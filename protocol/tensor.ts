/**
 * A matrix on the wire: integers with one scale a row, or plain floats.
 */

/** Row-major; `data` little-endian, rows × cols elements of `type`; `scales` rows float32 little-endian for i8 and i16, empty for floats. */
export interface Tensor {
  readonly type: 'i8' | 'i16' | 'f32' | 'f64';
  readonly rows: number;
  readonly cols: number;
  readonly scales: Uint8Array;
  readonly data: Uint8Array;
}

* * *

▶ [TASK OBJECTIVE]:
Of the lines in the data, report each one containing the string "floats".

▶ [EXERCISE SOLUTION]:
 * A matrix on the wire: integers with one scale a row, or plain floats.
/** Row-major; `data` little-endian, rows × cols elements of `type`; `scales` rows float32 little-endian for i8 and i16, empty for floats. */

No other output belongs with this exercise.